Other allegations in Cummings’ no-holds-barred testimony included:

*  Hancock lied repeatedly to colleagues, causing the cabinet secretary – and Cummings – to urge Johnson to sack him, though the prime minister was told that “he’s the person you fire when an inquiry comes along”.

*  Cummings heard Johnson say he would rather see “bodies pile high” than impose a third lockdown – something the prime minister has denied in the House of Commons.

*  The government was woefully under-prepared for the pandemic, with no sense of urgency or plan for steps to protect vulnerable people, such as shielding.

*  Ministers were assured patients leaving hospital for care homes would be tested first but belatedly discovered this was happening “partially and sporadically”.

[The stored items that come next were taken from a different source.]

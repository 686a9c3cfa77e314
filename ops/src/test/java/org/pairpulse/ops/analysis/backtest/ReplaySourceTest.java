package org.pairpulse.ops.analysis.backtest;

import static org.junit.jupiter.api.Assertions.assertArrayEquals;
import static org.junit.jupiter.api.Assertions.assertEquals;
import static org.junit.jupiter.api.Assertions.assertTrue;

import java.io.IOException;
import java.nio.charset.StandardCharsets;
import java.nio.file.Files;
import java.nio.file.Path;
import java.util.ArrayList;
import java.util.List;
import java.util.Map;
import org.junit.jupiter.api.BeforeAll;
import org.junit.jupiter.api.Test;
import org.junit.jupiter.api.io.TempDir;
import org.junit.jupiter.params.ParameterizedTest;
import org.junit.jupiter.params.provider.ValueSource;
import org.pairpulse.ingest.event.DeadLetterReason;
import org.pairpulse.ingest.file.FileSource;
import org.pairpulse.ops.tools.scenario.ScenarioConfig;
import org.pairpulse.ops.tools.scenario.ScenarioFiles;
import org.pairpulse.ops.tools.scenario.ScenarioGenerator;
import org.pairpulse.sketch.engine.EngineConfig;
import org.pairpulse.sketch.engine.PairEngine;
import org.pairpulse.sketch.engine.Snapshots;

/** The replay source reads files through ingest's file source, and carries ids and attributes. */
class ReplaySourceTest {
  @TempDir
  static Path directory;

  static final EngineConfig SMALL = EngineConfig.builder().trackedPairCapacity(512).trackedItemCapacity(512).build();

  @BeforeAll
  static void writeScenario() throws IOException {
    ScenarioFiles.writeAll(new ScenarioGenerator(ScenarioConfig.defaults().withDurationDays(1).withBasketsPerMinute(1)),
        directory);
  }

  @ParameterizedTest(name = "{0}")
  @ValueSource(strings = {ScenarioFiles.JSON_LINES_FILE, ScenarioFiles.CSV_FILE})
  void givesTheEngineTheSameBasketsAsIngestsFileSource(String name) throws IOException {
    Path file = directory.resolve(name);
    BacktestSettings settings = BacktestSettings.defaults();
    PairEngine viaIngest = new PairEngine(SMALL);
    FileSource.Result expected = new FileSource(settings.limits(), settings.front(), viaIngest, null).read(file, null);
    PairEngine viaReplay = new PairEngine(SMALL);
    List<ReplayBasket> baskets = new ArrayList<>();
    FileSource.Result actual = new ReplaySource(settings.limits(), settings.front()).read(file, null, basket -> {
      baskets.add(basket);
      viaReplay.addBasket(basket.eventMillis(), basket.items());
    });
    assertEquals(expected, actual);
    assertTrue(actual.baskets() > 1000, "baskets " + actual.baskets());
    assertArrayEquals(Snapshots.write(viaIngest), Snapshots.write(viaReplay));
    assertEquals("kc-000000001", baskets.get(0).id());
    if (name.equals(ScenarioFiles.JSON_LINES_FILE)) {
      assertEquals(List.of("channel", "region"), baskets.get(0).attributes().keySet().stream().sorted().toList());
    } else {
      assertEquals(Map.of(), baskets.get(0).attributes(), "CSV line items carry no attributes");
    }
  }

  @Test
  void countsDeadLettersAndDuplicatesLikeIngest() throws IOException {
    Path file = directory.resolve("mixed.jsonl");
    Files.writeString(file, String.join("\n",
        "{\"id\":\"b1\",\"time\":1000,\"items\":[\"x\",\"y\"],\"attributes\":{\"channel\":\"app\"}}",
        "{\"id\":\"b1\",\"time\":1000,\"items\":[\"x\",\"y\"]}",
        "not json",
        "{\"basket_id\":\"b2\",\"timestamp\":2000,\"items\":[\"x\"]}",
        "{\"basket\":\"l1\",\"time\":3000,\"item\":\"x\"}",
        "{\"basket\":\"l1\",\"time\":3000,\"item\":\"z\",\"end\":true}",
        "{\"id\":\"b3\",\"time\":4000,\"items\":[\"y\"]}", ""), StandardCharsets.UTF_8);
    List<ReplayBasket> baskets = new ArrayList<>();
    BacktestSettings settings = BacktestSettings.defaults();
    FileSource.Result result = new ReplaySource(settings.limits(), settings.front()).read(file, null, baskets::add);
    assertEquals(3, result.baskets());
    assertEquals(1, result.duplicates());
    assertEquals(Map.of(DeadLetterReason.MALFORMED, 1L, DeadLetterReason.MISSING_FIELD, 1L), result.deadLetters());
    assertEquals(List.of("b1", "l1", "b3"), baskets.stream().map(ReplayBasket::id).toList());
    assertEquals(Map.of("channel", "app"), baskets.get(0).attributes());
    assertEquals(List.of("x", "z"), baskets.get(1).items());
    assertEquals(Map.of(), baskets.get(1).attributes());
  }
}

*  The prime minister’s fiancee, Carrie Symonds, meddled in hiring decisions to try to secure jobs for her friends in a way that was “unethical” and “illegal”.

While Cummings is widely viewed as bitter about his treatment at the hands of his former boss, he is also one of the first key figures from inside No 10 at the height of the pandemic to give public evidence.

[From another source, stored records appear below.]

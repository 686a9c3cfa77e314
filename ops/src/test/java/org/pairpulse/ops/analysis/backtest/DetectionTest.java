package org.pairpulse.ops.analysis.backtest;

import static org.junit.jupiter.api.Assertions.assertEquals;
import static org.junit.jupiter.api.Assertions.assertFalse;
import static org.junit.jupiter.api.Assertions.assertTrue;

import java.time.Duration;
import java.time.Instant;
import java.util.List;
import org.junit.jupiter.api.Test;
import org.pairpulse.ops.tools.scenario.PlantedKind;
import org.pairpulse.ops.tools.scenario.PlantedPair;
import org.pairpulse.ops.tools.scenario.ScenarioConfig;
import org.pairpulse.ops.tools.scenario.ScenarioGroundTruth;
import org.pairpulse.serve.drift.AlertEvent;
import org.pairpulse.serve.drift.AlertKind;
import org.pairpulse.serve.drift.AlertTransition;
import org.pairpulse.serve.floor.PairKey;

/** Alerts against a hand-made ground truth: every class, the delays, the false-alert rate. */
class DetectionTest {
  static final long START = Instant.parse("2026-06-01T00:00:00Z").toEpochMilli();
  static final long HOUR = Duration.ofHours(1).toMillis();
  static final long DAY = Duration.ofDays(1).toMillis();

  static final ScenarioGroundTruth TRUTH = new ScenarioGroundTruth(ScenarioConfig.defaults().withDurationDays(8), List.of(
      new PlantedPair(PlantedKind.EMERGING, List.of("e1", "e2"), START + 3 * DAY + 19 * HOUR, START + 5 * DAY + 19 * HOUR,
          6, 1, "emerging"),
      new PlantedPair(PlantedKind.FADING, List.of("f1", "f2"), START, START + 5 * DAY, 5, 1, "fading"),
      new PlantedPair(PlantedKind.BUNDLE, List.of("h", "c"), START, START + 8 * DAY, 20, Double.NaN, "bundle"),
      new PlantedPair(PlantedKind.AFFINITY, List.of("h", "g"), START, START + 8 * DAY, 8, Double.NaN, "affinity")));

  static AlertEvent raised(AlertKind kind, String a, String b, long atMillis) {
    return AlertEvent.of(kind, AlertTransition.RAISED, "all", PairKey.of(a, b), atMillis, atMillis - 15 * 60_000, 1, null);
  }

  @Test
  void classifiesEveryAlertAndScoresThePlantedChanges() {
    long emergingAt = START + 3 * DAY + 19 * HOUR + 50 * 60_000; // 50 min late
    long fadingAt = START + 5 * DAY + 170 * 60_000; // 170 min late
    List<AlertEvent> alerts = List.of(
        raised(AlertKind.EMERGING, "e1", "e2", START + 2 * DAY), // before the change: false
        raised(AlertKind.EMERGING, "e2", "e1", emergingAt), // detection (pair order does not matter)
        AlertEvent.of(AlertKind.EMERGING, AlertTransition.RESOLVED, "all", PairKey.of("e1", "e2"), emergingAt + HOUR,
            emergingAt, 2, null), // resolutions are not scored
        raised(AlertKind.EMERGING, "e1", "e2", emergingAt + 10 * HOUR), // repeat
        raised(AlertKind.FADING, "f1", "f2", fadingAt), // detection
        raised(AlertKind.FADING, "e1", "e2", START + 5 * DAY + 21 * HOUR), // the emerging pair's end: expected
        raised(AlertKind.BUNDLE, "c", "h", START + DAY), // a planted bundle: expected
        raised(AlertKind.EMERGING, "g", "h", START + DAY), // a steady affinity: false
        raised(AlertKind.BUNDLE, "x", "y", START + DAY), // not planted: false
        raised(AlertKind.FADING, "x", "z", START + 6 * DAY)); // not planted: false
    Detection detection = Detection.score(TRUTH, alerts, START + 10, START + 8 * DAY - 10);
    assertEquals(2, detection.events().size());
    assertEquals(2, detection.detected());
    assertEquals(50.0, detection.events().get(0).delayMinutes(), 1e-9);
    assertEquals(170.0, detection.events().get(1).delayMinutes(), 1e-9);
    assertEquals(110.0, detection.medianDelayMinutes(), 1e-9);
    List<Detection.AlertClass> classes = detection.alerts().stream().map(Detection.ClassifiedAlert::alertClass).toList();
    assertEquals(List.of(Detection.AlertClass.FALSE, Detection.AlertClass.DETECTION, Detection.AlertClass.REPEAT,
        Detection.AlertClass.DETECTION, Detection.AlertClass.EXPECTED, Detection.AlertClass.EXPECTED,
        Detection.AlertClass.FALSE, Detection.AlertClass.FALSE, Detection.AlertClass.FALSE), classes);
    assertEquals(4, detection.falseAlerts());
    assertEquals(4 / ((8 * DAY - 20) / (double) DAY), detection.falseAlertsPerSimulatedDay(), 1e-12);
    assertEquals(START + 3 * DAY + 19 * HOUR, detection.firstChangeMillis().getAsLong());
  }

  @Test
  void theDaysAfterThePlantedChangesAreTheDayAfterEach() {
    // the shift benchmark's hit rates: [change, change + 24 h) for the emerging start and the fading end, united
    Detection detection = Detection.score(TRUTH, List.of(), START, START + 8 * DAY - 1);
    BacktestRun run = new BacktestRun("none", null, null, detection);
    List<long[]> windows = run.daysAfterChanges();
    assertEquals(2, windows.size());
    long emerging = START + 3 * DAY + 19 * HOUR;
    long fading = START + 5 * DAY;
    assertEquals(List.of(emerging, emerging + DAY, fading, fading + DAY),
        List.of(windows.get(0)[0], windows.get(0)[1], windows.get(1)[0], windows.get(1)[1]));
    assertFalse(BacktestRun.inWindows(windows, emerging - 1));
    assertTrue(BacktestRun.inWindows(windows, emerging));
    assertFalse(BacktestRun.inWindows(windows, emerging + DAY), "day 4 19:00 to day 5 00:00 is after both days");
    assertTrue(BacktestRun.inWindows(windows, fading + DAY - 1));
    assertFalse(BacktestRun.inWindows(windows, fading + DAY));
    // a replay without a planted change inside has no such days
    assertTrue(new BacktestRun("none", null, null, Detection.score(TRUTH, List.of(), START, START + DAY))
        .daysAfterChanges().isEmpty());
  }

  @Test
  void changesOutsideTheReplayAreNotCountedAndMissesHaveNoDelay() {
    // a replay of days 0..4 only: the fading change (day 5) is outside, the emerging one is missed
    Detection detection = Detection.score(TRUTH, List.of(raised(AlertKind.FADING, "e1", "e2", START + 4 * DAY)),
        START, START + 4 * DAY + HOUR);
    assertEquals(1, detection.events().size());
    assertFalse(detection.events().get(0).detected());
    assertTrue(Double.isNaN(detection.events().get(0).delayMinutes()));
    assertTrue(Double.isNaN(detection.medianDelayMinutes()));
    assertEquals(1, detection.falseAlerts(), "fading before the emerging pair's end is false");
  }
}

In an appearance that spurred calls for a public inquiry to be expedited, the former aide described chaotic scenes in Downing Street in the early days of the pandemic, saying it was “surreal” and comparing it to the alien invasion film Independence Day.


He said that in January and February 2020, as news of the pandemic emerged from China, ministers and senior officials fell victim to what he described as “literally a classic historical example of group-think in action”.

He claimed that only in mid-March was an initial plan to pursue “herd immunity”, by allowing the virus to spread but delaying the peak of the outbreak, belatedly abandoned. Herd immunity “was the whole logic of all the discussions in January and February and early March”, Cummings told the hearing.

He said the prime minister had repeatedly played down the seriousness of the disease, calling it a “scare story”. Cummings even claimed officials deliberately kept Johnson out of emergency Cobra meetings lest he hamper the response to the virus.

“Certainly, the view of various officials inside No 10 was if we have the PM chair Cobra meetings, and he just tells everyone ‘don’t worry about it, I’m going to get [England’s chief medical officer] Chris Whitty to inject me live on TV with coronavirus, so everyone realises it’s nothing to be frightened of,’ that would not help, actually, serious planning.”

No 10 rejected many of Cummings’ claims, including the idea the government had pursued a herd immunity strategy and that border policies were too lax.

The government had sought to undermine the reliability of Cummings’ account before it began. Grant Shapps, the transport secretary, told Sky News: “It’s easy to be the professor of hindsight. For certain, there are things we could have done differently … but I’ll leave it to others to determine how reliable a witness he is.”

Cummings conceded that his account of his lockdown-breaking trip to Durham at a press conference in the Downing Street rose garden had been a “disaster”.

Explaining the decision not to order a lockdown in September, Cummings claimed, as had been previously reported, that Johnson argued at that time Covid was “only killing 80-year-olds”. The Labour leader, Keir Starmer, gave the prime minister the opportunity to deny making that remark at prime minister’s questions, but Johnson did not do so. Starmer accused the prime minister of “chaos, confusion and deadly misjudgment”.


Starmer said the revelations in the hearing had underlined the need for the public inquiry into the pandemic to start work before the spring 2022 date set by the prime minister. “No more delays. A public inquiry needs to start this summer,” Starmer said.

Hancock is expected to be confronted with some of Cummings’ allegations when he answers an urgent question from the shadow health secretary, Jon Ashworth, in the House of Commons on Thursday and later presents a Downing Street press conference.

A spokesperson for Hancock said: “At all times throughout this pandemic the secretary of state … and everyone in DHSC has worked incredibly hard in unprecedented circumstances to protect the NHS and save lives. We absolutely reject Mr Cummings’ claims about the health secretary.”